On accountability, there was even an admission that the OSCE “cannot enforce compliance with its principles.”
The letter also notes that many “expressed frustration with the consensus rule” but also added that “many clearly feel strongly that consensus is the essence of the OSCE and an important guarantor for inclusive decision-making.” The letter notes “frustration with the consensus rule” but adds that many see consensus as “the essence of the OSCE and an important guarantor for inclusive decision-making.”
Not surprisingly, the document concludes that “this is not the time for major reforms. Nevertheless, most participants called for small, incremental adjustments to enable the OSCE to better perform its core functions.”

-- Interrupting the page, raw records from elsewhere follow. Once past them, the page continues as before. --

"""The fitted ground model's types: a class's height ratio, a height band, the model of one camera."""

from __future__ import annotations

import math
from collections.abc import Mapping
from dataclasses import dataclass, field
from typing import Any, Literal

from .. import __version__

MIN_FIT_BOXES = 8
"""A class needs this many usable boxes to have its ratio fitted; fewer and its prior height is used.
Below about 8 boxes the robust spread (a median absolute deviation) is too unstable to set limits on."""

_FORMAT = "rarefill.ground/1"


@dataclass(frozen=True)
class ClassGround:
    """One class's fitted relation ``h = height_ratio * (bottom_row - horizon_row)``.

    Attributes
    ----------
    height_ratio : float
        ``H / h_cam``: the class's real height in units of the camera height.
    spread : float
        Robust standard deviation of ``log(h / expected)`` over the class's boxes (1.4826 x the median
        absolute deviation), at least :data:`MIN_SPREAD`; for a prior class, :data:`PRIOR_LOG_SD`
        combined with the disagreement of the fitted classes' camera-height estimates.
    n_boxes : int
        Boxes that carried the fit (inliers after robust reweighting); 0..n for a prior class.
    source : {"fitted", "prior"}
    """

    height_ratio: float
    spread: float
    n_boxes: int
    source: Literal["fitted", "prior"]


@dataclass(frozen=True)
class HeightBand:
    """Expected box height (px) at a bottom row, and the plausible band ``[low, high]`` around it."""

    expected: float
    low: float
    high: float


@dataclass(frozen=True)
class GroundModel:
    """A fitted ground-plane model of one data set (one image size; a horizon per image).

    Attributes
    ----------
    horizon_row : float
        Image row of the horizon (rows top-down, may be negative or beyond the image).
    classes : mapping of str to ClassGround
        Per class name. A class absent here had neither enough boxes nor a way to scale a prior.
    camera_height_m : float or None
        Camera height above the ground estimated from fitted classes' ratios and their prior heights
        (``h_cam = H_prior / r_c``, log-mean weighted by boxes used); None when no fitted class has a prior.
    image_width, image_height : int
        Size of the images the model was fitted on (pixels).
    prior_heights_m : mapping of str to float
        The prior heights used (for provenance).
    image_horizons : mapping of int to float
        Horizon row of each fitted image (by image id) that had boxes to tell it.
    horizon_sd_px : float
        Spread of the per-image horizons around ``horizon_row`` (pixels).
    """

    horizon_row: float
    classes: Mapping[str, ClassGround]
    camera_height_m: float | None
    image_width: int
    image_height: int
    prior_heights_m: Mapping[str, float] = field(default_factory=dict)
    image_horizons: Mapping[int, float] = field(default_factory=dict)
    horizon_sd_px: float = 0.0

    def horizon_for(self, image_id: int | None = None) -> float:
        """Horizon row of image ``image_id`` if the fit saw it, else the data set's ``horizon_row``."""
        if image_id is None:
            return self.horizon_row
        return self.image_horizons.get(image_id, self.horizon_row)

    def class_ground(self, category_name: str) -> ClassGround:
        """The :class:`ClassGround` of a class; ``ValueError`` naming the known classes otherwise."""
        try:
            return self.classes[category_name]
        except KeyError:
            known = ", ".join(self.classes) or "none"
            raise ValueError(
                f"ground model has no class {category_name!r} (known: {known}); it needs {MIN_FIT_BOXES} usable "
                "boxes or a prior height plus a fitted class to scale it"
            ) from None

    def log_sd(self, category_name: str, bottom_row: float, *, image_id: int | None = None) -> float:
        """Standard deviation of ``log(box height)`` expected at ``bottom_row``.

        The class's spread; for an image without its own horizon, combined with the horizon's spread
        seen at that row: ``hypot(spread, horizon_sd_px / (bottom_row - horizon_row))``.
        """
        spread = self.class_ground(category_name).spread
        if image_id is not None and image_id in self.image_horizons:
            return spread
        depth = float(bottom_row) - self.horizon_row
        return math.hypot(spread, self.horizon_sd_px / depth) if depth > 0 else math.inf

    def expected_height(
        self, category_name: str, bottom_row: float, *, k_sd: float = 2.5, image_id: int | None = None
    ) -> HeightBand:
        """Expected image height (px) of a ``category_name`` box whose lower edge is at ``bottom_row``.

        ``expected = height_ratio * (bottom_row - horizon)`` with the image's own horizon when
        ``image_id`` names a fitted image, else the data set's. The band is
        ``expected * exp(+-k_sd * log_sd)`` (:meth:`log_sd`): ``k_sd = 2.5`` keeps about 99% of a normal
        log-height distribution, so a box outside it is implausibly scaled for the data set.

        Raises
        ------
        ValueError
            Unknown class, ``k_sd < 0``, or ``bottom_row`` at or above the horizon (no ground there).

        References
        ----------
        Hoiem, Efros, Hebert, "Putting Objects in Perspective", CVPR 2006.
        """
        if not k_sd >= 0:
            raise ValueError(f"k_sd must be >= 0, got {k_sd}")
        cls = self.class_ground(category_name)
        horizon = self.horizon_for(image_id)
        depth = float(bottom_row) - horizon
        if not depth > 0:
            raise ValueError(f"bottom row {bottom_row:g} is at or above the horizon row {horizon:.1f}: no ground there")
        expected = cls.height_ratio * depth
        margin = math.exp(k_sd * self.log_sd(category_name, bottom_row, image_id=image_id))
        return HeightBand(expected, expected / margin, expected * margin)

    def to_dict(self) -> dict[str, Any]:
        """A JSON-ready dict (what made it: ``format`` and ``rarefill_version``)."""
        return {
            "format": _FORMAT,
            "rarefill_version": __version__,
            "horizon_row": self.horizon_row,
            "camera_height_m": self.camera_height_m,
            "image_width": self.image_width,
            "image_height": self.image_height,
            "classes": {
                name: {"height_ratio": c.height_ratio, "spread": c.spread, "n_boxes": c.n_boxes, "source": c.source}
                for name, c in self.classes.items()
            },
            "prior_heights_m": dict(self.prior_heights_m),
            "horizon_sd_px": self.horizon_sd_px,
            "image_horizons": {str(k): v for k, v in self.image_horizons.items()},
        }

    @classmethod
    def from_dict(cls, data: Mapping[str, Any]) -> GroundModel:
        """Rebuild a model from :meth:`to_dict` output; ``ValueError`` naming the bad key otherwise."""
        if not isinstance(data, Mapping) or data.get("format") != _FORMAT:
            raise ValueError(f"not a ground model: 'format' must be {_FORMAT!r}")
        try:
            classes = {
                str(name): ClassGround(
                    height_ratio=float(c["height_ratio"]),
                    spread=float(c["spread"]),
                    n_boxes=int(c["n_boxes"]),
                    source=_source(c["source"]),
                )
                for name, c in data["classes"].items()
            }
            camera = data["camera_height_m"]
            return cls(
                horizon_row=float(data["horizon_row"]),
                classes=classes,
                camera_height_m=None if camera is None else float(camera),
                image_width=int(data["image_width"]),
                image_height=int(data["image_height"]),
                prior_heights_m={str(k): float(v) for k, v in data.get("prior_heights_m", {}).items()},
                image_horizons={int(k): float(v) for k, v in data.get("image_horizons", {}).items()},
                horizon_sd_px=float(data.get("horizon_sd_px", 0.0)),
            )
        except KeyError as exc:
            raise ValueError(f"ground model: required key {exc.args[0]!r} is missing") from None
        except (TypeError, AttributeError, ValueError) as exc:
            raise ValueError(f"ground model: malformed value ({exc})") from None


def _source(value: Any) -> Literal["fitted", "prior"]:
    if value == "fitted":
        return "fitted"
    if value == "prior":
        return "prior"
    raise ValueError(f"ground model: class source must be 'fitted' or 'prior', got {value!r}")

The future of the OSCE might instead rest on a “coalition of the willing” formed to circumvent vetoes -- as seen across many other international institutions in recent years.
One such move was the OSCE Secretariat's Support Program for Ukraine (SPU) -- a portfolio of extra-budgetary projects. The idea appeared at the end of June 2022 when Russia blocked consensus on the extension of the OSCE Project Coordinator in Ukraine --- a full-fledged OSCE field operation that had been active since 1999.
Then there is the increased use of the OSCE Moscow mechanism, which has been triggered five times since Russia’s full-scale invasion of Ukraine three years ago, most recently to document alleged Russian crimes against prisoners of war and civilian detainees.
With no consensus needed to be activated, the mechanism’s fact-finding missions by experts and subsequent reporting will prove useful in various courts, notably the recently established special tribunal for the crime of aggression against Ukraine.
Whether these workarounds can keep the OSCE relevant will be debated long after the Helsinki anniversary events conclude.